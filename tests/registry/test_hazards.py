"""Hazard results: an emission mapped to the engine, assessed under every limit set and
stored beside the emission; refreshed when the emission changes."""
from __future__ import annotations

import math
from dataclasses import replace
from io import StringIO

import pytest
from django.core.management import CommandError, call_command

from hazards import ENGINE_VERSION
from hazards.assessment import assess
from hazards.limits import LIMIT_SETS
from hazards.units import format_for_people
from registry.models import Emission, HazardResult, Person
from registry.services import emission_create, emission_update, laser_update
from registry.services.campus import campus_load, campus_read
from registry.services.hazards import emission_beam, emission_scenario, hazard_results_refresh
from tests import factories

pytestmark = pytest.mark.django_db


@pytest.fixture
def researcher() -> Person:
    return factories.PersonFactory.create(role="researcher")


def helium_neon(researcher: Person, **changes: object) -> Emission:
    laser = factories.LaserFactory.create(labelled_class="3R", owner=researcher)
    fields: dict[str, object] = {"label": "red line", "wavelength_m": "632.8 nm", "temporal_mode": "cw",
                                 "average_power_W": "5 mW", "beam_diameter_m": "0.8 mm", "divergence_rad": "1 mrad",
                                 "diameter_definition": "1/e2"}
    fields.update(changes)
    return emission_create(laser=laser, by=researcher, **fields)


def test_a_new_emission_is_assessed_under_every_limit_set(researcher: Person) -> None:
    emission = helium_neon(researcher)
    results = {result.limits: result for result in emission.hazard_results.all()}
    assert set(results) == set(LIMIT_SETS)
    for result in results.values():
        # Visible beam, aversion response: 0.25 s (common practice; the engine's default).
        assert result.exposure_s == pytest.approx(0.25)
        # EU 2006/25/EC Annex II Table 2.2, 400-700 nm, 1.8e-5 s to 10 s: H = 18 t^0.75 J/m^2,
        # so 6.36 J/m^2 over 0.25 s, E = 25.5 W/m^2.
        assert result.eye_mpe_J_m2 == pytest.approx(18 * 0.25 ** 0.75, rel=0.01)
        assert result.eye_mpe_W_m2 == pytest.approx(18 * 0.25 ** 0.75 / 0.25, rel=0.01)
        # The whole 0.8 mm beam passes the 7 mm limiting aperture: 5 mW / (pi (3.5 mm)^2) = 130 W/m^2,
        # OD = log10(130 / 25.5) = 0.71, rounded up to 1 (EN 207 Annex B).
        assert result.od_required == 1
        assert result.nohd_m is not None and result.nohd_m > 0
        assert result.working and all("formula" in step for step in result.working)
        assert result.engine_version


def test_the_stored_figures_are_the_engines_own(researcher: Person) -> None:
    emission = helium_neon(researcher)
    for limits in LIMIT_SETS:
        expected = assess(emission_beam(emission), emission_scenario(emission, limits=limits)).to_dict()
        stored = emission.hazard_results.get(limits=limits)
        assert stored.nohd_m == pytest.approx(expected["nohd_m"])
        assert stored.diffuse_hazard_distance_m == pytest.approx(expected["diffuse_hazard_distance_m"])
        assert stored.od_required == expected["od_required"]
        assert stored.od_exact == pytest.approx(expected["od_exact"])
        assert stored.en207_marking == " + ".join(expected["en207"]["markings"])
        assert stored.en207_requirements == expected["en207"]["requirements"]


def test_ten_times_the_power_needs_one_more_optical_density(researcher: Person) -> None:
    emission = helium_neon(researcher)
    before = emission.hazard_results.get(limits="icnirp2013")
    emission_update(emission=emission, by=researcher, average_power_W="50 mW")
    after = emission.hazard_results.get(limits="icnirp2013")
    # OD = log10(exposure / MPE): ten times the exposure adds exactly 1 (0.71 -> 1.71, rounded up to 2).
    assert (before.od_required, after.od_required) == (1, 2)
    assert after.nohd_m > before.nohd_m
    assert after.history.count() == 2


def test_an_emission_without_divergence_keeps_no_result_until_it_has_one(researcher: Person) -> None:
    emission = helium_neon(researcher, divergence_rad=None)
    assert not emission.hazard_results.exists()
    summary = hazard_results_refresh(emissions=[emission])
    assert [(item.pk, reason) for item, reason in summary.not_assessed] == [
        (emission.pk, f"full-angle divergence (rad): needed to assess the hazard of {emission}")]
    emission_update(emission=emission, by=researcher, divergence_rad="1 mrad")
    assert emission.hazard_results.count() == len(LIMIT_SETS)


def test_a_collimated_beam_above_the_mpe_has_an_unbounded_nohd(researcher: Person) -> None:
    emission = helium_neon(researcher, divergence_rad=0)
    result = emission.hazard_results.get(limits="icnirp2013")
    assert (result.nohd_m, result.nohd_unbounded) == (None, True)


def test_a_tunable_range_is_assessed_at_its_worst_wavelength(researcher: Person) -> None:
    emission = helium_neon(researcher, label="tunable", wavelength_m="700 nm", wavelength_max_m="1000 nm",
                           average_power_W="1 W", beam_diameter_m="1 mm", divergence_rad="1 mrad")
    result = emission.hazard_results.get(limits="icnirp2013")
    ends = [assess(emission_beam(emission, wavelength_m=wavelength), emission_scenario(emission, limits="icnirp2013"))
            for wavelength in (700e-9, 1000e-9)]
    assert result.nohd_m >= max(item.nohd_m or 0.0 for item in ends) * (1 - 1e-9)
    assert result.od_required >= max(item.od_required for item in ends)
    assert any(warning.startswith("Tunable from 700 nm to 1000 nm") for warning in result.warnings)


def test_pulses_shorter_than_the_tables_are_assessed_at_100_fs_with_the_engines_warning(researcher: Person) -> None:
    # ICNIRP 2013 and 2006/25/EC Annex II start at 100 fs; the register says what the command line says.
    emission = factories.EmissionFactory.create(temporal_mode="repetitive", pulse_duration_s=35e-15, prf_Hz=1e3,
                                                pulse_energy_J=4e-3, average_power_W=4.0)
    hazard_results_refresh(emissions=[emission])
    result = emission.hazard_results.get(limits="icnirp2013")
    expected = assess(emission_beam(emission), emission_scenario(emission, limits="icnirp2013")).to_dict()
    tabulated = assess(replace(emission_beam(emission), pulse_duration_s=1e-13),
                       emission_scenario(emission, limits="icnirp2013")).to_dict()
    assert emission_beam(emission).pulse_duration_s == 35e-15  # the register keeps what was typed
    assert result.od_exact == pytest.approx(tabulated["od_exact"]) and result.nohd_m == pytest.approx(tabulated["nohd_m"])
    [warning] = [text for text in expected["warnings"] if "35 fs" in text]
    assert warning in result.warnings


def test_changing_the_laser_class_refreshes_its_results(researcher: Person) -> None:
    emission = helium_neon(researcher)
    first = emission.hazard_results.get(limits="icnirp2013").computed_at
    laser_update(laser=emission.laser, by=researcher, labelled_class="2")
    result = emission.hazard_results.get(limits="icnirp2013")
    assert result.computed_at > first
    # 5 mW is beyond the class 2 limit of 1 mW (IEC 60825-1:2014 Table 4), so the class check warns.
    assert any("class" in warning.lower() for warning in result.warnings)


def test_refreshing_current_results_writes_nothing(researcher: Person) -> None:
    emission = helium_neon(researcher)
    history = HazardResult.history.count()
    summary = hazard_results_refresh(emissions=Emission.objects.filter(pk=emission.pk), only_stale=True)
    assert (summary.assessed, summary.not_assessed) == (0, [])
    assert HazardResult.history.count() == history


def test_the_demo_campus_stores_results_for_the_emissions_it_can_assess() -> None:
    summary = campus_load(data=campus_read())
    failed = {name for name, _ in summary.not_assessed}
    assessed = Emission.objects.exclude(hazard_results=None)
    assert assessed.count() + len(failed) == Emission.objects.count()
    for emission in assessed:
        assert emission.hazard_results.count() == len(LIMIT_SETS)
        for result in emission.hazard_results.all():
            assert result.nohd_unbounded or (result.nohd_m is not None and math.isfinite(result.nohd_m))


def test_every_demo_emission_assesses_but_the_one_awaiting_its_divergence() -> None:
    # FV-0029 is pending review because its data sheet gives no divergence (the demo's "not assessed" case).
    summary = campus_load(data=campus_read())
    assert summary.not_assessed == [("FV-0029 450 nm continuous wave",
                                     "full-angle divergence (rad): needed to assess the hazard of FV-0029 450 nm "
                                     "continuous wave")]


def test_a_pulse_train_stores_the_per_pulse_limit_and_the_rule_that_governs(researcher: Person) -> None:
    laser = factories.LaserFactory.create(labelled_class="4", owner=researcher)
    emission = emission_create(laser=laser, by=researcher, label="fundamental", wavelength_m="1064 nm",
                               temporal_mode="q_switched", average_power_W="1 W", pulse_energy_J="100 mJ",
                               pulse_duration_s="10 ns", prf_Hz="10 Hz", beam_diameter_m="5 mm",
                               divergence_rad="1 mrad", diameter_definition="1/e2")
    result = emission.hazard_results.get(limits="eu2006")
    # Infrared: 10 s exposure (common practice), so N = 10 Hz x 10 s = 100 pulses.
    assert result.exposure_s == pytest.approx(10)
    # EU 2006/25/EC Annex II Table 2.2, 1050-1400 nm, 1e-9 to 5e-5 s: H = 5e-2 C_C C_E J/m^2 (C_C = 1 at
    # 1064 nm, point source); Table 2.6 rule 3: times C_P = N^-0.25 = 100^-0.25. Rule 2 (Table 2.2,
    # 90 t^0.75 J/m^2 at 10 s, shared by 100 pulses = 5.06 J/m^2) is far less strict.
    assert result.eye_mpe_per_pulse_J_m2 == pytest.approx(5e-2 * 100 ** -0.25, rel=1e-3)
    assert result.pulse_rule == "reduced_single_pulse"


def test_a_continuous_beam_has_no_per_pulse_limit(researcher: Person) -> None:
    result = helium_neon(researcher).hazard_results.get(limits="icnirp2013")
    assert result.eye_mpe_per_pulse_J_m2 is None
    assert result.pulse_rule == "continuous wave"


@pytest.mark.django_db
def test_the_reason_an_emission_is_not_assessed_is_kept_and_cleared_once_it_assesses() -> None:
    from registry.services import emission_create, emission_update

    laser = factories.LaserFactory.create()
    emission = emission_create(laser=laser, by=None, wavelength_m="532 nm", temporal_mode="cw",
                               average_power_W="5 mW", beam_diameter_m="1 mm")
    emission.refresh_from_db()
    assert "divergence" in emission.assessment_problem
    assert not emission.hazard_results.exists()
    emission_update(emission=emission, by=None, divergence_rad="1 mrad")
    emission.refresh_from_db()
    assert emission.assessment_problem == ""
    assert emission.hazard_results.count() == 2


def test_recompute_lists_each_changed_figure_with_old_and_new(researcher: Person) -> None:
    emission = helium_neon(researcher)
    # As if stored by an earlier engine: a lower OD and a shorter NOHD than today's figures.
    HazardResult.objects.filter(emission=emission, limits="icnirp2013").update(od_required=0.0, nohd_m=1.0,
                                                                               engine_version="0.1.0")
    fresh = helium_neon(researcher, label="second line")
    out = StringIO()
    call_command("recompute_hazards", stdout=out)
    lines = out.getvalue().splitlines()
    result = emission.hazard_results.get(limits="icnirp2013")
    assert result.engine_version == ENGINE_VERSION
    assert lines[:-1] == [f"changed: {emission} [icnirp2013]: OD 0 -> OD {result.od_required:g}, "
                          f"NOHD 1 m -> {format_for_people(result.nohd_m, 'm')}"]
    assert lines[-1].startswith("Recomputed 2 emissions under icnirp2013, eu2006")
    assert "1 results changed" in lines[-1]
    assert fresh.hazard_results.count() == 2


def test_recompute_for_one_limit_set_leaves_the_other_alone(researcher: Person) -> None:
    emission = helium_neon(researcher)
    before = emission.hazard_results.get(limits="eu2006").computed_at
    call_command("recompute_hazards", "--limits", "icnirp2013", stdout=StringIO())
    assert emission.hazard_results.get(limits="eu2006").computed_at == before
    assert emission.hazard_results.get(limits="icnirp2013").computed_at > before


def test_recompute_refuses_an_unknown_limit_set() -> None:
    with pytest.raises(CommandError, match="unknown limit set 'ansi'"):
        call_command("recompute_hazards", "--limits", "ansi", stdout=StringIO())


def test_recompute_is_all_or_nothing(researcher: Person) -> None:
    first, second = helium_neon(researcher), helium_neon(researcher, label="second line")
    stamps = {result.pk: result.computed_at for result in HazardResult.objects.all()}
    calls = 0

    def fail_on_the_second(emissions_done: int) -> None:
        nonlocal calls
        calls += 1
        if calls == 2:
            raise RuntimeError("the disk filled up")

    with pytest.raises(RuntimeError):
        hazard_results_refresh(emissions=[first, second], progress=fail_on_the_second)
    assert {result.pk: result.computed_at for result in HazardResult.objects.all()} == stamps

==

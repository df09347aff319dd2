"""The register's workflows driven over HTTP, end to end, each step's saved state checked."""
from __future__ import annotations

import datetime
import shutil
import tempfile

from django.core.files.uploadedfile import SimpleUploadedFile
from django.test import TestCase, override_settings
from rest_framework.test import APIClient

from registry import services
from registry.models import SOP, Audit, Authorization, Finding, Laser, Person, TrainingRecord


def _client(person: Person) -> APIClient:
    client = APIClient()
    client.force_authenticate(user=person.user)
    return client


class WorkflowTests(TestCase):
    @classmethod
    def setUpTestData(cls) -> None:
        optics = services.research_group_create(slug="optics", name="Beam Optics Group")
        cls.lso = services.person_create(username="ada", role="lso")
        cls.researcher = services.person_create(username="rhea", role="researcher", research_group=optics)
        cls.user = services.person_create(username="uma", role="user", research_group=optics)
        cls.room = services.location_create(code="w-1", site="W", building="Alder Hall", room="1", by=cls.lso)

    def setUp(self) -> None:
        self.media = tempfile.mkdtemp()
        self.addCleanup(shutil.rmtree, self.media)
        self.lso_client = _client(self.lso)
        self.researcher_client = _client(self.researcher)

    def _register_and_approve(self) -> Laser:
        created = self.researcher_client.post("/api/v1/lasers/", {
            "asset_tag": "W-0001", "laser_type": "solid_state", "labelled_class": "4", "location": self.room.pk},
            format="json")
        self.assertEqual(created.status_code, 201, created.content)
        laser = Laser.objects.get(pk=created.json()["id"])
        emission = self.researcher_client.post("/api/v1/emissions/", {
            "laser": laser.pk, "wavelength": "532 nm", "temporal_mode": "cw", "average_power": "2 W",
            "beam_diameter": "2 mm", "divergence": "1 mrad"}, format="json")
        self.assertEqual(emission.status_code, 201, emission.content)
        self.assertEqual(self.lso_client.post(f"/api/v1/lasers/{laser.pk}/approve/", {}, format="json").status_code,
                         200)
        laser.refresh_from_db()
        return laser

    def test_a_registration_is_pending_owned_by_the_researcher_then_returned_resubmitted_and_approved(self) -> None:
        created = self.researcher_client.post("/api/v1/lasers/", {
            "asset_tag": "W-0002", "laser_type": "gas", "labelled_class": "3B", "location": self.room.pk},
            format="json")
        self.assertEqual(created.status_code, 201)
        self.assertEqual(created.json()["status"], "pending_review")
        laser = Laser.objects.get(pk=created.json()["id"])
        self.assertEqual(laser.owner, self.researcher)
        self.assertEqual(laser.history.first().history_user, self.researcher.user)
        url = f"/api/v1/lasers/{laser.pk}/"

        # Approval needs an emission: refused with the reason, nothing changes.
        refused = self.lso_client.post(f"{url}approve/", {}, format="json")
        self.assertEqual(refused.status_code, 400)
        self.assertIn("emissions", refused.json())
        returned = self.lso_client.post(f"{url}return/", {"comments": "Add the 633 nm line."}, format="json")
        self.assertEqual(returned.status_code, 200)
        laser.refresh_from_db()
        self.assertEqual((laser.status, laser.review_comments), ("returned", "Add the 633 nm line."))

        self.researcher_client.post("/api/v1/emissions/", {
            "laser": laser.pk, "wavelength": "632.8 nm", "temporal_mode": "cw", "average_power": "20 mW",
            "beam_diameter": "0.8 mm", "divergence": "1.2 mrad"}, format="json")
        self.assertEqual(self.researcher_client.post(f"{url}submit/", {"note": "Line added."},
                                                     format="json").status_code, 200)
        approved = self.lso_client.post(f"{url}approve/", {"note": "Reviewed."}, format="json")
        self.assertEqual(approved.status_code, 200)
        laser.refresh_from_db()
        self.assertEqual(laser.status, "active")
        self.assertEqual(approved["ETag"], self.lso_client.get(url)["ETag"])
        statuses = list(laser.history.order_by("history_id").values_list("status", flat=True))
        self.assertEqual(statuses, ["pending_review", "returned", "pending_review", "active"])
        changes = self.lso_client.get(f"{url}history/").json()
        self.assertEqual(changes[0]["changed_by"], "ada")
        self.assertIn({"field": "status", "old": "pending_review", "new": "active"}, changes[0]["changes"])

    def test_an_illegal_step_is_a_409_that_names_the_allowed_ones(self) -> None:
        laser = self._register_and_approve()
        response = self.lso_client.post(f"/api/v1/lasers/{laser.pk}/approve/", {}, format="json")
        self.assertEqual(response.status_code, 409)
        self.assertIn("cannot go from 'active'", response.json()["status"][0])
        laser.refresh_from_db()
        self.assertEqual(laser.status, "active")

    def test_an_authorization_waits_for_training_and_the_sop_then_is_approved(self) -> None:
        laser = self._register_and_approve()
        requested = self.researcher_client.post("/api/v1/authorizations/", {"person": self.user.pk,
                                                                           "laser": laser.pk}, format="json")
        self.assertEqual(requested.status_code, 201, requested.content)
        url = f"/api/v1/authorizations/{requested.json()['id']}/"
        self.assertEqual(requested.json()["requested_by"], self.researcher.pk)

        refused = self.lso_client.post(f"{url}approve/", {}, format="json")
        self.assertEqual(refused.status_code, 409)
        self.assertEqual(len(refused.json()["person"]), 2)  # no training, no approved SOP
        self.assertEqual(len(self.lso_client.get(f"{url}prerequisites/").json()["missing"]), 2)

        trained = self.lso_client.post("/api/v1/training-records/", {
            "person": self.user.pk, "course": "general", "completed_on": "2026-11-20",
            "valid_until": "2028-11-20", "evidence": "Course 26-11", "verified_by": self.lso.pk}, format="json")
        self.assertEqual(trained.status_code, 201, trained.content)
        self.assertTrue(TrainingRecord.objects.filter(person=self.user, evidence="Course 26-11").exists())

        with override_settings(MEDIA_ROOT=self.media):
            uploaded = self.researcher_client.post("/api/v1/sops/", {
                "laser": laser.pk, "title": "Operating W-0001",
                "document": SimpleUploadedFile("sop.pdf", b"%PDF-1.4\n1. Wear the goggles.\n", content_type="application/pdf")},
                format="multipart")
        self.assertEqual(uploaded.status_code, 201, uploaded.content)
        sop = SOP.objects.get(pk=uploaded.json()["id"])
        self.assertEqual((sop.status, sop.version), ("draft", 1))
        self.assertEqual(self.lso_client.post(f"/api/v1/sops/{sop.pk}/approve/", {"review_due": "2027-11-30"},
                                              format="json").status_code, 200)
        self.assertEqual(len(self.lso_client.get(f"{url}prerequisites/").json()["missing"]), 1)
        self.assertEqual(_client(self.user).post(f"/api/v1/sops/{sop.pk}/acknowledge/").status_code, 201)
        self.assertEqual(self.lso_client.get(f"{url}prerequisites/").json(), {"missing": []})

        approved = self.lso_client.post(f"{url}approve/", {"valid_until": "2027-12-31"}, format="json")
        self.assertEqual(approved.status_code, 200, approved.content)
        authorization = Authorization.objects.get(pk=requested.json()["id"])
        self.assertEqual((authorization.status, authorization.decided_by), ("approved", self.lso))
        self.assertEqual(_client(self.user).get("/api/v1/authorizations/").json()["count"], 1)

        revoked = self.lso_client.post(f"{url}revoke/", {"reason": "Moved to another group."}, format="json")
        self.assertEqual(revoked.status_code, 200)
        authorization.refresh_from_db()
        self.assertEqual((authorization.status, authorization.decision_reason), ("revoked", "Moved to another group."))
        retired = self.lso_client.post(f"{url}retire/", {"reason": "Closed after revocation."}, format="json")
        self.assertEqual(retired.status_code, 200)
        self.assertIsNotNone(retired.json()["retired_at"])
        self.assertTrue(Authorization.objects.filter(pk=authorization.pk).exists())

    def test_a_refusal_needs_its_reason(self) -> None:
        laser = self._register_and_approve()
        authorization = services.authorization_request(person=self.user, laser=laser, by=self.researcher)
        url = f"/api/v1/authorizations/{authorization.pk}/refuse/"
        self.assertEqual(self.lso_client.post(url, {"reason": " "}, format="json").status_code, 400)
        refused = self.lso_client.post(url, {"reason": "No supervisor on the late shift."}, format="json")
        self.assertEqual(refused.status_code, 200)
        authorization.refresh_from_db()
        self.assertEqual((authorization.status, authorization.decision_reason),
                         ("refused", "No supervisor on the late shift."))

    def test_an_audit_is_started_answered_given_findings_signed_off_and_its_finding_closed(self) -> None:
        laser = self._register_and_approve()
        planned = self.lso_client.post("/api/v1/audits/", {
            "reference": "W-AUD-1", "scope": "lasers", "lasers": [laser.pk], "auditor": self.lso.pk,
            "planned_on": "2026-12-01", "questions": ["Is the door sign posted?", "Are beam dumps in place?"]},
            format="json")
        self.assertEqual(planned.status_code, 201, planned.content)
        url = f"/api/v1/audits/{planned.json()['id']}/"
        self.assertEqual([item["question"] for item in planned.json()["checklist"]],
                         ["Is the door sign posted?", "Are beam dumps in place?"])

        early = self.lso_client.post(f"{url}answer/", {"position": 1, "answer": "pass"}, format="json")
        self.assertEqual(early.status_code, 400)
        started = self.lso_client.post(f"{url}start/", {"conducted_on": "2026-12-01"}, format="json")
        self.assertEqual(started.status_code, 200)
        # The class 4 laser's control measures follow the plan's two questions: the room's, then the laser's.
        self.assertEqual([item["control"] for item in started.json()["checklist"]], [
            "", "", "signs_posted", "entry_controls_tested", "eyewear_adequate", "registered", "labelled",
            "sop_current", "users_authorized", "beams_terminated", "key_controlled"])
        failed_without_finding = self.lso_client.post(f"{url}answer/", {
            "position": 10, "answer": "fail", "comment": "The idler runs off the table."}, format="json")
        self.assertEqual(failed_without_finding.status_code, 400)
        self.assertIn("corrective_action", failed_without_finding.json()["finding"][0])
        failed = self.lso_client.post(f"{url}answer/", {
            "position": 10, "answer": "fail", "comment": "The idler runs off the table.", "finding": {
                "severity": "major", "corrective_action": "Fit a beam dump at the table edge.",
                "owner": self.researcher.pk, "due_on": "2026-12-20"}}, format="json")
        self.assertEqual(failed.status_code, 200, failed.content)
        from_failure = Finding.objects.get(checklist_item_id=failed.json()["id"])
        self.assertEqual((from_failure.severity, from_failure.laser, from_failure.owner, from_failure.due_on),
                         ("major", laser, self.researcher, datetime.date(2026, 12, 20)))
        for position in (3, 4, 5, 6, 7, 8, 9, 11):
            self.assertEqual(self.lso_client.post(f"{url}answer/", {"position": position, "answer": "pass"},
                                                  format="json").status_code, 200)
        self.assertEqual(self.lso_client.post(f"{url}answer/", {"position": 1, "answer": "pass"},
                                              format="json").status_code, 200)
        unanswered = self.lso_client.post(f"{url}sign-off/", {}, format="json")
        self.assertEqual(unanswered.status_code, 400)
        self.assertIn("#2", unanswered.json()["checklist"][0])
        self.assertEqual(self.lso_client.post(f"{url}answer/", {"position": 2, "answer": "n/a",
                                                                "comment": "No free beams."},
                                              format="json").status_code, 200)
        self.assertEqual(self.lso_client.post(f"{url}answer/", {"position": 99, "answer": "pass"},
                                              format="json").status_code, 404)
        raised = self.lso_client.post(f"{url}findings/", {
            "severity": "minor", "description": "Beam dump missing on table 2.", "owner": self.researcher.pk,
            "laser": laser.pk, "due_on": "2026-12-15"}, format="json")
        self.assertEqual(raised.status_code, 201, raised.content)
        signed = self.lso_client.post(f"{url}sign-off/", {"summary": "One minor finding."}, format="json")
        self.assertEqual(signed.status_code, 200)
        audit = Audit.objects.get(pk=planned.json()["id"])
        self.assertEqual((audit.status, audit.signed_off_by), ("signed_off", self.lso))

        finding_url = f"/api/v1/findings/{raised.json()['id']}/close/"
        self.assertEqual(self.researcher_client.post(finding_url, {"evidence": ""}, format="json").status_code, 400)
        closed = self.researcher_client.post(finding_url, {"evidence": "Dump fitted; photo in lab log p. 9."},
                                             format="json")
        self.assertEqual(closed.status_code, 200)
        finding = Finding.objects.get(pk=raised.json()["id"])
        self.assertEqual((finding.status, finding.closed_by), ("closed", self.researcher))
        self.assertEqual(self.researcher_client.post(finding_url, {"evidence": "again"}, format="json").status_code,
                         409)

What to do: If a line in the data above includes the string "SimpleUploadedFile", copy it.

Task solution:
from django.core.files.uploadedfile import SimpleUploadedFile
                "document": SimpleUploadedFile("sop.pdf", b"%PDF-1.4\n1. Wear the goggles.\n", content_type="application/pdf")},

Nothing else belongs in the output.